Both Topology and Text Matter: Revisiting LLM-guided Out-of-Distribution Detection on Text-attributed Graphs
Yinlin Zhu, Di Wu, Xu Wang, Guocong Quan, Miao Hu
TL;DR
This work tackles OOD detection in text-attributed graphs by bridging topology and textual semantics. It introduces LG-Plug, a plug-and-play framework that first aligns topology- and text-derived representations and then derives consensus-driven OOD exposure through clustered, iterative LLM prompting with a lightweight in-cluster codebook. The obtained OOD exposure acts as a regularizer, enabling seamless integration with existing topology-driven detectors and yielding consistent improvements across six TAG benchmarks, including notable FPR95 reductions and AUROC gains. The approach demonstrates that jointly modeling textual and structural information, with efficient LLM guidance, offers robust, scalable OOD detection for open-world graph applications.
Abstract
Text-attributed graphs (TAGs) associate nodes with textual attributes and graph structure, enabling GNNs to jointly model semantic and structural information. While effective on in-distribution (ID) data, GNNs often encounter out-of-distribution (OOD) nodes with unseen textual or structural patterns in real-world settings, leading to overconfident and erroneous predictions in the absence of reliable OOD detection. Early approaches address this issue from a topology-driven perspective, leveraging neighboring structures to mitigate node-level detection bias. However, these methods typically encode node texts as shallow vector features, failing to fully exploit rich semantic information. In contrast, recent LLM-based approaches generate pseudo OOD priors by leveraging textual knowledge, but they suffer from several limitations: (1) a reliability-informativeness imbalance in the synthesized OOD priors, as the generated OOD exposures either deviate from the true OOD semantics, or introduce non-negligible ID noise, all of which offers limited improvement to detection performance; (2) reliance on specialized architectures, which prevents incorporation of the extensive effective topology-level insights that have been empirically validated in prior work.
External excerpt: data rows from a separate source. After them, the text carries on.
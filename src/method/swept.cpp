// SPDX-License-Identifier: GPL-3.0-or-later
#include "method/swept.h"

#include <algorithm>
#include <array>
#include <cmath>
#include <numbers>

#include "method/hold.h"
#include "method/reading.h"
#include "method/rig_curvature.h"
#include "method/sweep_responses.h"
#include "method/sweep_scatter.h"
#include "signal/fft.h"

namespace kneeprint {
namespace {

constexpr Hertz kStart{10.0};
constexpr double kFallShare = 0.46, kStopShare = 0.49;  // of the rate
constexpr Seconds kDefault{5.0}, kShortest{4.0};
constexpr Seconds kGap{0.2};
constexpr int kFirstRepeats = 3;

constexpr int kPerOctave = 12;
// More than an octave above the end of the rise its edge is gone (under 1e-4 dB with the shortest
// sweep).
constexpr Hertz kLowestRow{49.0};
// Read for the slope of the response alone: a third of an octave on either side.
constexpr std::size_t kSlopeSteps = 4;
constexpr std::size_t kGroup = 4;  // fundamentals that share a window: a third of an octave

constexpr double kLeastOverNoise = 5.0;  // below, the fundamental is no reference for phases
constexpr double kDegrees = 180.0 / std::numbers::pi;

LogSweep sweep_of(const TakeSpec& spec, Hertz rate) {
  const Seconds duration = std::max(kShortest, spec.options.duration.value_or(kDefault));
  return {kStart, kFallShare * rate, kStopShare * rate, duration};
}

// A fast transform's length whose repeats meet the mains at another phase each time: hum is then
// seen as scatter and averaged, not taken for a response.
std::size_t block_samples(const LogSweep& sweep, Hertz rate) {
  const auto turns = [&](std::size_t n, double mains) {
    return std::abs(std::remainder(mains * static_cast<double>(n) / rate.value(), 1.0));
  };
  constexpr double kLeast = 0.15;
  constexpr std::size_t kEven = 16;  // some even factors make faster transforms than none
  const auto fast = [](std::size_t n) { return kEven * fast_length((n + kEven - 1) / kEven); };
  const std::size_t least = fast(samples_in(sweep.duration() + kGap, rate));
  for (std::size_t n = least; n < least + least / 4; n = fast(n + 1)) {
    if (turns(n, 50.0) >= kLeast && turns(n, 60.0) >= kLeast) return n;
  }
  return least;  // a rate of a few hundred hertz
}

Seconds block_length(const TakeSpec& spec, Hertz rate) {
  return Seconds(static_cast<double>(block_samples(sweep_of(spec, rate), rate)) / rate.value());
}

int first_hold_blocks(const TakeSpec&, Hertz) { return kFirstRepeats; }

HoldLayout layout_of(const TakeSpec& spec, Hertz rate) {
  return {samples_in(kHoldMargin, rate), block_samples(sweep_of(spec, rate), rate),
          std::max(2, spec.hold_blocks)};
}

Stimulus stimulus(const TakeSpec& spec, Hertz rate) {
  Stimulus out;
  out.hold = layout_of(spec, rate);
  out.lowest_tone = kStart;
  out.wave.rate = rate;
  out.wave.samples.assign(out.hold.end() + samples_in(kHoldMargin, rate), 0.0);
  const std::vector<double> sweep = sweep_of(spec, rate).samples(rate);
  const double peak = sine_peak(spec.send);
  for (int b = 0; b < out.hold.blocks; ++b) {
    const std::size_t start = out.hold.first_block + static_cast<std::size_t>(b) * out.hold.block;
    for (std::size_t i = 0; i < sweep.size(); ++i) out.wave.samples[start + i] = peak * sweep[i];
  }
  return out;
}

double wrapped_degrees(double radians) {
  return std::remainder(radians, 2.0 * std::numbers::pi) * kDegrees;
}

std::vector<double> mean_block(const Waveform& take, const HoldLayout& hold, int first) {
  // In pieces that stay in the cache until all blocks are in.
  constexpr std::size_t kPiece = 4096;
  const auto block = [&](int b) {
    return take.samples.data() + hold.first_block + static_cast<std::size_t>(b) * hold.block;
  };
  std::vector<double> mean(block(first), block(first) + hold.block);
  for (std::size_t start = 0; start < hold.block; start += kPiece) {
    const std::size_t end = std::min(hold.block, start + kPiece);
    for (int b = first + 1; b < hold.blocks; ++b) {
      const double* x = block(b);
      for (std::size_t i = start; i < end; ++i) mean[i] += x[i];
    }
    for (std::size_t i = start; i < end; ++i) mean[i] /= hold.blocks - first;
  }
  return mean;
}

// Twelve an octave, counted from 1 kHz, from `lowest` up.
std::vector<Hertz> fundamentals_from(Hertz lowest, Hertz usable_rate) {
  std::vector<Hertz> out;
  int step = static_cast<int>(std::ceil(kPerOctave * std::log2(lowest / Hertz(1000.0))));
  for (;; ++step) {
    const Hertz f(1000.0 * std::exp2(static_cast<double>(step) / kPerOctave));
    if (f >= kHighestShare * usable_rate) return out;
    out.push_back(f);
  }
}

class SweptReading {
 public:
  SweptReading(const TakeSpec& spec, const TakeData& take, const RigView& rig)
      : spec_(spec),
        take_(take),
        rig_(rig),
        rate_(take.response.rate),
        highest_(kHighestShare * rig.usable_rate(rate_)),
        sweep_(sweep_of(spec, rate_)),
        hold_(layout_of(spec, rate_)) {
    const double below = std::exp2(-static_cast<double>(kSlopeSteps) / kPerOctave);
    fundamentals_ = fundamentals_from(below * kLowestRow, rig.usable_rate(rate_));
  }

  TakeVerdict read(Curves& out);

 private:
  // One order's responses, by fundamental, as they left the unit (the return's share of the rig's
  // response taken out): sample values (peak) with their type A uncertainty.
  using Order = std::vector<Line>;
  Order order_of(const SweepResponses& responses, const SweepScatter& scatter, int n) const;
  SweepScatter scatter_of(const Waveform& take, int orders) const;
  void read_speed();
  std::vector<double> floor_at(std::size_t i) const;
  ResponsePoint row(int n, std::size_t i, double floor) const;
  double drive_at(std::size_t i) const;
  double speed_u(int n, std::size_t i) const;
  const Line* at(int n, std::size_t i) const {
    const Order& order = orders_[static_cast<std::size_t>(n - 1)];
    return i < order.size() ? &order[i] : nullptr;
  }

  const TakeSpec& spec_;
  const TakeData& take_;
  const RigView& rig_;
  Hertz rate_, highest_;
  LogSweep sweep_;
  HoldLayout hold_;
  std::vector<Hertz> fundamentals_;
  std::vector<Order> orders_;
  Order reference_;            // empty: none
  std::vector<double> speed_;  // f' / (4 pi) |H''/H|, relative
  Flag take_flag_ = Flag::none;
};

SweepScatter SweptReading::scatter_of(const Waveform& take, int orders) const {
  return {sweep_,
          take,
          hold_,
          orders,
          fundamentals_.front(),
          highest_,
          spec_.settings.wanted_uncertainty};
}

SweptReading::Order SweptReading::order_of(const SweepResponses& responses,
                                           const SweepScatter& scatter, int n) const {
  Order out;
  for (std::size_t i = 0; i < fundamentals_.size(); i += kGroup) {
    std::vector<Hertz> group;
    for (std::size_t g = i; g < std::min(i + kGroup, fundamentals_.size()); ++g) {
      if (n * fundamentals_[g] < highest_) group.push_back(fundamentals_[g]);
    }
    const OrderResponse r = responses.read(n, group);
    for (std::size_t g = 0; g < group.size(); ++g) {
      const Contribution c = scatter.u(n, group[g], r.window_energy);
      const std::complex<double> share = rig_.response.ret(n * group[g]).response;
      out.push_back({r.gain[g] / share, c.u / std::abs(share), c.dof});
    }
    if (group.size() < kGroup) break;
  }
  return out;
}

// With H = exp(a + j b) over x = ln f: f^2 H''/H = (ln H)'' - (ln H)' + ((ln H)')^2. A pure delay
// moves the sweep and bends nothing, so the last term keeps the slope of the magnitude alone.
void SweptReading::read_speed() {
  const Order& h = orders_.front();
  std::vector<double> magnitude, phase;
  for (const Line& l : h) {
    magnitude.push_back(std::log(std::abs(l.mean)));
    const double angle = std::arg(l.mean);
    const double before = phase.empty() ? angle : phase.back();
    phase.push_back(before + std::remainder(angle - before, 2.0 * std::numbers::pi));
  }
  constexpr double step = kSlopeSteps * std::numbers::ln2 / kPerOctave;
  // The quotients of finite differences for which a delay, exp(x), has no bend at all.
  static const double kDelayFree = (2.0 * std::cosh(step) - 2.0) / (step * std::sinh(step));
  speed_.assign(h.size(), 0.0);
  if (h.size() <= 2 * kSlopeSteps) return;
  for (std::size_t i = 0; i < h.size(); ++i) {
    const std::size_t mid = std::clamp(i, kSlopeSteps, h.size() - 1 - kSlopeSteps);
    const std::size_t low = mid - kSlopeSteps, high = mid + kSlopeSteps;
    const auto slope = [&](const auto& v) { return (v[high] - v[low]) / (2.0 * step); };
    const auto bend = [&](const auto& v) {
      return (v[high] - 2.0 * v[mid] + v[low]) / (step * step);
    };
    const double a = slope(magnitude);
    const double ratio =
        std::hypot(bend(magnitude) - a + a * a, bend(phase) - kDelayFree * slope(phase));
    const double turns = cycles(fundamentals_[mid], sweep_.growth());
    speed_[i] = ratio / (4.0 * std::numbers::pi * turns);
    if (!std::isfinite(speed_[i])) speed_[i] = 0.0;  // no response at all
  }
}

// Relative, standard: a bound becomes a rectangular distribution. Order 1 is touched only as far as
// the curve bends it: d ln H1 / d ln A - 1 is 6 H3/H1 for a cubic. Where orders 2 and 3 are out of
// reach, the highest fundamental at which they are not stands for it.
double SweptReading::speed_u(int n, std::size_t i) const {
  double share = n;
  if (n == 1) {
    const std::size_t seen = orders_[std::min<std::size_t>(2, orders_.size() - 1)].size();
    const std::size_t at_most = std::min(i, std::max<std::size_t>(1, seen) - 1);
    double squares = 0.0;
    for (int k = 2; k <= spec_.settings.orders; ++k) {
      if (const Line* l = at(k, at_most)) squares += std::norm(l->mean);
    }
    share = std::min(1.0, 6.0 * std::sqrt(squares) / std::abs(at(1, at_most)->mean));
  }
  return share * speed_[i] / std::sqrt(3.0);
}

// The rig's residual relative to the fundamental, by order; empty: unknown. Its curvature reaches
// every order of the response. The offset that goes with order 2 of a square law is as large as it.
std::vector<double> SweptReading::floor_at(std::size_t i) const {
  const double carrier = std::abs(at(1, i)->mean);
  const Hertz f = fundamentals_[i];
  const LevelDbfs returned(20.0 * std::log10(carrier * std::abs(rig_.response.ret(f).response)));
  const auto loop = [&](int n) { return rig_.floor.at(spec_.send, returned, n, f); };
  if (!loop(2) || !loop(3)) return {};
  std::vector<std::complex<double>> harmonics{0.0};
  for (int n = 1; n <= spec_.settings.orders; ++n) {
    const Line* l = at(n, i);
    harmonics.push_back(l != nullptr ? l->mean / carrier : 0.0);
  }
  if (harmonics.size() > 2) harmonics[0] = std::abs(harmonics[2]);
  std::vector<double> floor = curvature_floor(harmonics, *loop(2), *loop(3));
  for (std::size_t n = 4; n < floor.size(); ++n) {
    floor[n] += loop(static_cast<int>(n)).value_or(0.0);
  }
  return floor;
}

double SweptReading::drive_at(std::size_t i) const {
  if (reference_.empty()) {
    const double send = std::abs(rig_.response.send(fundamentals_[i]).response);
    return rig_.send.level_of(spec_.send) + Decibels::of_ratio(send).value();
  }
  return rig_.ret.level_of_peak(std::abs(reference_[i].mean));
}

ResponsePoint SweptReading::row(int n, std::size_t i, double floor) const {
  const Line& fundamental = *at(1, i);
  const Line& line = *at(n, i);
  ResponsePoint p{
      fundamentals_[i].value(), drive_at(i), rig_.ret.unit, n, {}, {}, {}, take_flag_, "sweep"};
  const double carrier = std::abs(fundamental.mean);
  if (!(carrier > 0.0) || !(std::abs(line.mean) > 0.0)) {
    const std::array flags{take_flag_, Flag::noise};
    p.flag = gravest(flags);
    return p;
  }
  // Alone, not over the fundamental: the reference's own uncertainty stays out.
  const RelativeReading r =
      relate(std::abs(line.mean), line.u, line.dof, Line{fundamental.mean}, floor);
  const std::array flags{take_flag_, r.flag};
  p.flag = gravest(flags);
  if (rig_.gain_known) p.magnitude_db = rig_.ret.level_of_peak(r.ratio * carrier) - p.drive;
  std::vector<Contribution> parts{{kDbPerRelative * r.u / r.ratio, r.dof},
                                  {kDbPerRelative * speed_u(n, i), kInfiniteDof},
                                  {rig_.ret.standard_uncertainty.value(), kInfiniteDof}};
  // Send and return together are what the loop showed: their split touches harmonics alone.
  if (n > 1) {
    const Hertz f = fundamentals_[i];
    parts.push_back({rig_.response.ret_ratio(n * f, f).u.value(), kInfiniteDof});
  }
  if (reference_.empty()) {
    parts.push_back({rig_.send.standard_uncertainty.value(), kInfiniteDof});
  } else {
    const Line& input = reference_[i];
    parts.push_back({kDbPerRelative * input.u / std::abs(input.mean), input.dof});
  }
  const Contribution c = combine(parts);
  p.expanded_u_db = coverage_factor_95(c.dof) * c.u;
  if (r.flag == Flag::noise) return p;
  if (n > 1) {
    if (carrier < kLeastOverNoise * fundamental.u) return p;
    p.phase_deg = wrapped_degrees(std::arg(line.mean) - n * std::arg(fundamental.mean));
  } else if (reference_.empty()) {
    const double sent = std::arg(rig_.response.send(fundamentals_[i]).response);
    const double turns = p.frequency_hz * take_.delay / rate_.value();
    p.phase_deg = wrapped_degrees(std::arg(line.mean) - sent + 2.0 * std::numbers::pi * turns);
  } else {
    p.phase_deg = wrapped_degrees(std::arg(line.mean / reference_[i].mean));
  }
  return p;
}

TakeVerdict SweptReading::read(Curves& out) {
  TakeVerdict verdict;
  if (fundamentals_.size() <= kSlopeSteps) return verdict;  // no row fits below this rate
  const int orders = spec_.settings.orders;
  const SweepScatter scatter = scatter_of(take_.response, orders);
  verdict.settled = scatter.settled();
  verdict.clipped = reaches_full_scale(take_.response, hold_);
  if (!verdict.settled) take_flag_ = Flag::unsteady;
  if (verdict.clipped) take_flag_ = Flag::clipped;

  const SweepResponses responses(sweep_, mean_block(take_.response, hold_, scatter.first()), rate_);
  for (int n = 1; n <= orders; ++n) orders_.push_back(order_of(responses, scatter, n));
  if (take_.reference != nullptr) {
    const SweepResponses driven(sweep_, mean_block(*take_.reference, hold_, scatter.first()),
                                rate_);
    reference_ = order_of(driven, scatter_of(*take_.reference, 1), 1);
    const bool silent = std::any_of(reference_.begin(), reference_.end(),
                                    [](const Line& l) { return !(std::abs(l.mean) > 0.0); });
    if (silent) reference_.clear();
  }
  read_speed();

  std::vector<std::vector<double>> floors;
  for (std::size_t i = 0; i < orders_.front().size(); ++i) floors.push_back(floor_at(i));
  for (int n = 1; n <= orders; ++n) {
    for (std::size_t i = kSlopeSteps; at(n, i) != nullptr; ++i) {
      const double floor = floors[i].empty() ? 0.0 : floors[i][static_cast<std::size_t>(n)];
      out.responses.push_back(row(n, i, floor));
    }
  }
  return verdict;
}

TakeVerdict read(const TakeSpec& spec, const TakeData& take, const RigView& rig, Curves& out) {
  return SweptReading(spec, take, rig).read(out);
}

}  // namespace

std::vector<Hertz> swept_fundamentals(Hertz usable_rate) {
  return fundamentals_from(kLowestRow, usable_rate);
}

Method swept_sine() {
  return {"sweep",
          "swept sine",
          "Farina, AES 108th convention, 2000; Novak, Lotton & Simon, JAES 63(10), 2015",
          Placement::every_rung,
          {.id = "sweep", .duration = true},
          first_hold_blocks,
          block_length,
          stimulus,
          read,
          nullptr};
}

}  // namespace kneeprint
To this end, we propose LG-Plug, an LLM-Guided Plug-and-play strategy for TAG OOD detection tasks. LG-Plug aligns topology and text representations to produce fine-grained node embeddings, then generates consensus-driven OOD exposure via clustered iterative LLM prompting. Moreover, it leverages lightweight in-cluster codebook and heuristic sampling reduce time cost of LLM querying. The resulting OOD exposure serves as a regularization term to separate ID and OOD nodes, enabling seamless integration with existing detectors.